Two cases had deletions of the TP53 gene region that were not identified by FISH. For cases 4 and 21, MPseq identified a deletion of TP53 (5.6 Mb in case 4, 2.7 Mb in case 21). Interestingly, for case 21, MPseq also identified a translocation involving TP53 (to 4q32.1). Both cases were scored as having two copies of TP53 by FISH and represent false negative results due the location of the deletion in relation to the FISH footprint in case 4 and the TP53 translocation in combination with the deletion in case 21. Although these cases had missed high risk abnormalities, the mSMART risk did not change since those cases also had additional high risk abnormalities [1q gain for cases 4 and t(4;14) for case 21]. For case 4, a separate NGS assay analyzing SNVs identified a pathogenic TP53 mutation [Chr17(GRCh37):g.7577111 G > T; NM_001126113.2(TP53):c.827 C > A; p.Ala276Asp] located in the DNA-binding domain and in vitro functional data predicts that this variant results in non-functional p53 protein44. TP53 has been found to be mutated in 3–16% of NDMM6,45,46,47 with a higher frequency in RRMM48,49,50. TP53 mutations in combination with 17p deletions are associated with double hit MM with reduced overall, progression-free and relapse-free survival51. Therefore, this missed TP53 deletion fails to identify the presence of a likely double hit MM in patient 4. The combination of a rearrangement and deletion also likely represents a double hit MM abnormality in case 21.

The CCND1/IGH dual color, dual fusion probe set is used to identify CCND1/IGH rearrangements. However, three copies of CCND1 in the absence of IGH fusion can indicate trisomy 11 or non-IGH CCND1 rearrangements. MPseq identified three CCND1 rearrangements including case 4 (IGL/CCND1), case 43 (IGK/CCND1) described more fully in Peterson, et al.52 and case 57 (BRINP3/CCND1). FISH also identified amplification of CCND1 in case 4, three copies of CCND1 in case 43 and a normal signal pattern for CCND1 in case 57. The CCND1 rearrangement identified in case 57 was a complex translocation between 1q31.1 and 11q13.3 consisting of four junctions and deletions of ~100 kb at both ends. Through this complex event, CCND1 is brought into close proximity to the 3′ end of BRINP3, while the balancing set of junctions brings the 5′ end of BRINP3 near 11q24.3. Additionally, the derivative chromosome containing CCND1 has been copied. Overall this would result in three copies of CCND1, two of which have been translocated near the 3′ end of BRINP3. This case demonstrates how MPseq is able to determine complex rearrangements involving important genes without prior knowledge of the junction partner location.

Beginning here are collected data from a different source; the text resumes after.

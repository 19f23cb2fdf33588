import { readFileSync } from 'node:fs';
import { join } from 'node:path';

/** One value from outside the project: what goes in, what must come out, how closely, and who says so. */
export interface CheckValue {
  readonly topic: string;
  readonly case: string;
  readonly inputs: Readonly<Record<string, unknown>>;
  readonly expected: Readonly<Record<string, unknown>>;
  readonly tolerance: Tolerance;
  readonly source: string;
  /** How the value was obtained: read in the source, computed, or from memory. */
  readonly how: string;
}

/** A number passes when it is within max(abs, rel * |expected|); an entry of `keys` replaces that for its key. */
export interface Tolerance {
  readonly rel?: number;
  readonly abs?: number;
  readonly zero_abs?: number;
  /** How far the published formulas of one quantity may be apart. */
  readonly any_formula_abs?: number;
  readonly exact?: boolean;
  readonly keys?: Readonly<Record<string, number>>;
}

/** Every check value of every section. */
export const allCheckValues = JSON.parse(
  readFileSync(join(__dirname, 'check-values.json'), 'utf8'),
) as readonly CheckValue[];

/** What the title of a test says of its value: the case, its source, and whether something in it is from memory. */
export function titleOf({ case: name, source, how }: CheckValue): string {
  const isFromMemory = /from memory/.test(how) && !/from memory/.test(source);
  return `${name} (${source}${isFromMemory ? '; partly from memory' : ''})`;
}

/** The values of one topic that carry every named input; fails when there is none, so that no table runs empty. */
export function checkValues(topic: string, ...inputs: string[]): [title: string, value: CheckValue][] {
  const found = allCheckValues.filter((value) => value.topic === topic && inputs.every((name) => name in value.inputs));
  if (found.length === 0) throw new Error(`no check value of topic ${topic} with ${inputs.join(', ')}`);
  return found.map((value) => [titleOf(value), value]);
}

/** A numeric input or expectation, or an error: a missing number must fail the check, not pass as undefined. */
export function numberOf(record: Readonly<Record<string, unknown>>, key: string): number {
  const found = record[key];
  if (typeof found !== 'number') throw new Error(`${key} is no number`);
  return found;
}

/** How far a result may be from an expected number under this key. */
export function allowance(tolerance: Tolerance, key: string, expected: number): number {
  const byKey = tolerance.keys?.[key];
  if (byKey !== undefined) return byKey;
  if (expected === 0 && tolerance.zero_abs !== undefined) return tolerance.zero_abs;
  return Math.max(tolerance.abs ?? 0, (tolerance.rel ?? 0) * Math.abs(expected));
}

/** Expects a result within the value's own tolerance. */
export function expectWithin(value: CheckValue, key: string, result: number): void {
  const expected = numberOf(value.expected, key);
  expect(Math.abs(result - expected)).toBeLessThanOrEqual(allowance(value.tolerance, key, expected));
}
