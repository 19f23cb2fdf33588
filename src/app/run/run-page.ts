import {
  ChangeDetectionStrategy,
  Component,
  computed,
  DestroyRef,
  DOCUMENT,
  effect,
  inject,
  input,
  linkedSignal,
  signal,
} from '@angular/core';
import { takeUntilDestroyed } from '@angular/core/rxjs-interop';
import { Router } from '@angular/router';
import type { Step } from '../../../procedures/document';
import type { RunCommand } from '../../../procedures/engine/showing';
import { Sync } from '../core/sync';
import { clock, monotonicClock } from '../core/time-and-ids';
import { BenchSheet } from '../shared/practice/bench-sheet';
import { RouteRibbon } from '../shared/route-ribbon';
import { syncWords } from '../shared/sync-words';
import { briefConnection } from './brief-connection';
import { CurrentStepView } from './current-step';
import { EntryDraft } from './entry-draft';
import { frameLayout } from './frame/frame-layout';
import { HonestWays } from './frame/honest-ways';
import { RunHeaderBar } from './frame/run-header';
import { StopRow } from './frame/stop-row';
import { RunSheets } from './later';
import { ListenFlow } from './listen/listen-flow';
import { pedalAct } from './pedal-keys';
import type { PhotoTaken } from './photo/photo-file';
import { PrimaryAction } from './primary-action';
import { RunGear } from './run-gear';
import { RunPreferences } from './run-preferences';
import { RunStore } from './run-store';
import { toneAfter } from './run-tones';
import type { LaidSheet } from './sheets/laid-sheet';
import type { Takeover } from './sheets/run-sheets';
import { TapGuard } from './tap-guard';
import { Tones } from './tones';
import { AwakeScreen } from './wake-lock';
import { beadResult, lastDecision, walkedBefore } from './walked-steps';
import { waysAhead } from './ways-ahead';

/** A page that was out of sight for this long may have cost the place. */
const placeLostMs = 30_000;

/** One run on the screen: the frame that never moves, the step in it, and what is laid over it. */
@Component({
  selector: 'bay-run-page',
  imports: [BenchSheet, CurrentStepView, HonestWays, RouteRibbon, RunHeaderBar, RunSheets, StopRow],
  providers: [AwakeScreen, EntryDraft, ListenFlow, PrimaryAction, RunGear, RunStore],
  templateUrl: './run-page.html',
  styleUrl: './run-page.css',
  host: { '(window:keydown)': 'pedal($event)' },
  changeDetection: ChangeDetectionStrategy.OnPush,
})
export class RunPage {
  protected readonly store = inject(RunStore);
  protected readonly flow = inject(ListenFlow);
  protected readonly awake = inject(AwakeScreen);
  protected readonly preferences = inject(RunPreferences);
  protected readonly gear = inject(RunGear);
  private readonly draft = inject(EntryDraft);
  private readonly primary = inject(PrimaryAction);
  private readonly tones = inject(Tones);
  private readonly sync = inject(Sync);
  private readonly router = inject(Router);
  private readonly document = inject(DOCUMENT);
  private readonly clock = inject(clock);
  private readonly pedalGuard = new TapGuard(inject(monotonicClock));

  /** From the address. */
  readonly runId = input.required<string>();

  protected readonly sheet = signal<LaidSheet | undefined>(undefined);
  protected readonly now = signal(this.clock());

  protected readonly run = this.store.view;
  protected readonly step = computed<Step | undefined>(() => {
    const run = this.run();
    const id = run?.state.current?.id ?? run?.state.finding;
    return run === undefined || id === undefined ? undefined : run.procedure.step(id);
  });
  protected readonly layout = computed(() => frameLayout(this.step()));
  protected readonly canMeasure = computed(() => {
    const step = this.step();
    return step !== undefined && 'cannotMeasure' in step;
  });
  protected readonly isPractice = computed(() => this.run()?.header.kind === 'practice');
  protected readonly isClosed = computed(() => ['closed', 'signed'].includes(this.run()?.state.status ?? 'open'));
  private readonly places = computed(() => {
    const run = this.run();
    return run === undefined ? [] : walkedBefore(run);
  });
  protected readonly beads = computed(() =>
    this.places().map(({ step, walked }) => ({ label: step.number, result: beadResult(walked) })),
  );
  protected readonly live = computed(() => {
    const step = this.step();
    return step === undefined || step.kind === 'finding' ? undefined : step.number;
  });
  /** Where the step would lead by what is typed in it now; undefined while nothing is. */
  protected readonly predicted = linkedSignal<number | undefined, string | undefined>({
    source: () => this.run()?.state.seq,
    computation: () => undefined,
  });
  protected readonly ahead = computed(() => {
    const run = this.run();
    return run === undefined ? [] : waysAhead(run, this.predicted());
  });
  protected readonly hasWay = computed(() => {
    const run = this.run();
    return run !== undefined && lastDecision(run) !== undefined;
  });
  protected readonly connection = computed(() =>
    this.isPractice() ? 'Practice is not sent' : syncWords(this.sync.view()).text,
  );
  protected readonly briefly = computed(() => {
    const kept = this.isPractice() ? 'not sent' : briefConnection(this.sync.view());
    return this.awake.isAwake() === false ? `${kept}, may go dark` : kept;
  });
  /** What lies over the step by the run's own state: it goes only when it is answered. */
  protected readonly takeover = computed<Takeover | undefined>(() => {
    const state = this.run()?.state;
    if (state === undefined) return undefined;
    if (state.alarm !== undefined) return 'limit';
    if (this.store.isElsewhere()) return 'elsewhere';
    if (state.status === 'stopped') return 'stopped';
    const isPaused = state.status === 'set-aside' || state.status === 'lead-called';
    return isPaused || this.store.needsResume() ? 'resume' : undefined;
  });
  protected readonly isCovered = computed(() => this.takeover() !== undefined || this.sheet() !== undefined);

  protected readonly readClocks = () => this.store.clocks();

  private hiddenAt: number | undefined;

  constructor() {
    // Towards the outside: the address names the run, and leaving the page gives it up.
    effect(() => void this.store.load(this.runId()));
    effect(() => void this.draft.recall(this.runId()));
    effect(() => {
      const run = this.run();
      if (run !== undefined && !this.store.isElsewhere()) this.draft.tidy(run);
    });
    // A refusal stands until what was refused is changed.
    this.draft.changed.pipe(takeUntilDestroyed()).subscribe(() => this.store.forgetProblem());
    effect(() => {
      if (this.store.problem()?.field === 'gear' && this.step()?.kind !== 'start') this.sheet.set({ show: 'gear' });
    });
    effect(() => {
      const { takeAgain, message } = this.store.problem() ?? {};
      if (takeAgain !== undefined && message !== undefined)
        this.sheet.set({ show: 'take-again', of: takeAgain, said: message });
    });
    void this.preferences.recall();
    void this.awake.take();
    const timer = setInterval(() => this.now.set(this.clock()), 10_000);
    const noteVisibility = (): void => this.noteVisibility();
    this.document.addEventListener('visibilitychange', noteVisibility);
    inject(DestroyRef).onDestroy(() => {
      clearInterval(timer);
      this.document.removeEventListener('visibilitychange', noteVisibility);
      this.store.leave();
    });
  }

  /** Does a command; what was laid over the step for it goes when it is done. */
  protected async act(command: RunCommand): Promise<void> {
    const before = this.store.state();
    if (!(await this.store.act(command))) return;
    this.afterAct(before);
  }

  protected async takeSeries(request: Parameters<ListenFlow['take']>[0]): Promise<void> {
    const before = this.store.state();
    if (await this.flow.take(request)) this.afterAct(before);
  }

  protected async keepPhoto({ command, blob }: PhotoTaken): Promise<void> {
    const before = this.store.state();
    if (await this.store.act(command, { blobs: [blob] })) this.afterAct(before);
  }

  protected async takeAgain(step: string): Promise<void> {
    await this.act({ do: 'redo', step, reason: 'its reading no longer holds' });
  }

  protected async finishListening(request: Parameters<ListenFlow['finish']>[0]): Promise<void> {
    const before = this.store.state();
    await this.flow.finish(request);
    this.afterAct(before);
  }

  protected async repeat(step: string): Promise<void> {
    if (!(await this.store.act({ do: 'resume' }))) return;
    await this.store.act({ do: 'redo', step, reason: 'repeated after a pause' }, { isFollowUp: true });
    this.sheet.set(undefined);
  }

  /** Back to where the run came from: practice to its bay, and once it is closed to its debrief. */
  protected async toBench(): Promise<void> {
    const practice = this.isClosed() ? `/practice/${this.runId()}` : '/practice';
    await this.router.navigateByUrl(this.isPractice() ? practice : '/');
  }

  protected soundHoldOver(): void {
    this.tones.play('hold-over');
  }

  protected open(sheet: LaidSheet): void {
    this.store.forgetProblem();
    this.sheet.set(sheet);
  }

  protected leaveSheet(): void {
    this.store.forgetProblem();
    this.sheet.set(undefined);
  }

  protected pedal(event: KeyboardEvent): void {
    if (event.defaultPrevented || event.ctrlKey || event.altKey || event.metaKey) return;
    const act = pedalAct(event.key, this.document.activeElement);
    if (act === undefined) return;
    event.preventDefault();
    if (event.repeat || !this.pedalGuard.admit()) return;
    if (act === 'primary') this.primary.press();
    else this.lookBack();
  }

  private lookBack(): void {
    if (this.takeover() !== undefined) return;
    const sheet = this.sheet();
    const bead = sheet?.show === 'look-back' ? sheet.bead - 1 : this.places().length - 1;
    if (bead >= 0) this.sheet.set({ show: 'look-back', bead });
  }

  private afterAct(before: Parameters<typeof toneAfter>[0]): void {
    const after = this.store.state();
    this.now.set(this.clock());
    this.sheet.set(undefined);
    const tone = after === undefined ? undefined : toneAfter(before, after);
    if (tone !== undefined) this.tones.play(tone);
    if (after?.status === 'closed') this.sync.soon();
  }

  private noteVisibility(): void {
    if (this.document.visibilityState === 'hidden') {
      this.hiddenAt = this.clock();
      return;
    }
    if (this.hiddenAt !== undefined && this.clock() - this.hiddenAt > placeLostMs) this.store.askToResume();
    this.hiddenAt = undefined;
    this.now.set(this.clock());
  }
}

Although immunoglobulin lambda rearrangements have been recently reported in association with poor prognosis3, light chain rearrangements are typically not evaluated in the diagnostic work up of MM in most clinical genomics laboratories. Using MPseq data, we identify 10 cases (14.3% of entire cohort) with IGL rearrangements with five of these cases with standard risk cytogenetic results. IGL rearrangements and other focal deletions of clinical significance are typically not evaluated by FISH. Given the high rate of false-negative MYC rearrangements and inability to appreciate all abnormalities of clinical significance, we demonstrate that MPseq has increased clinical value compared to FISH in characterizing genomic abnormalities in PCNs.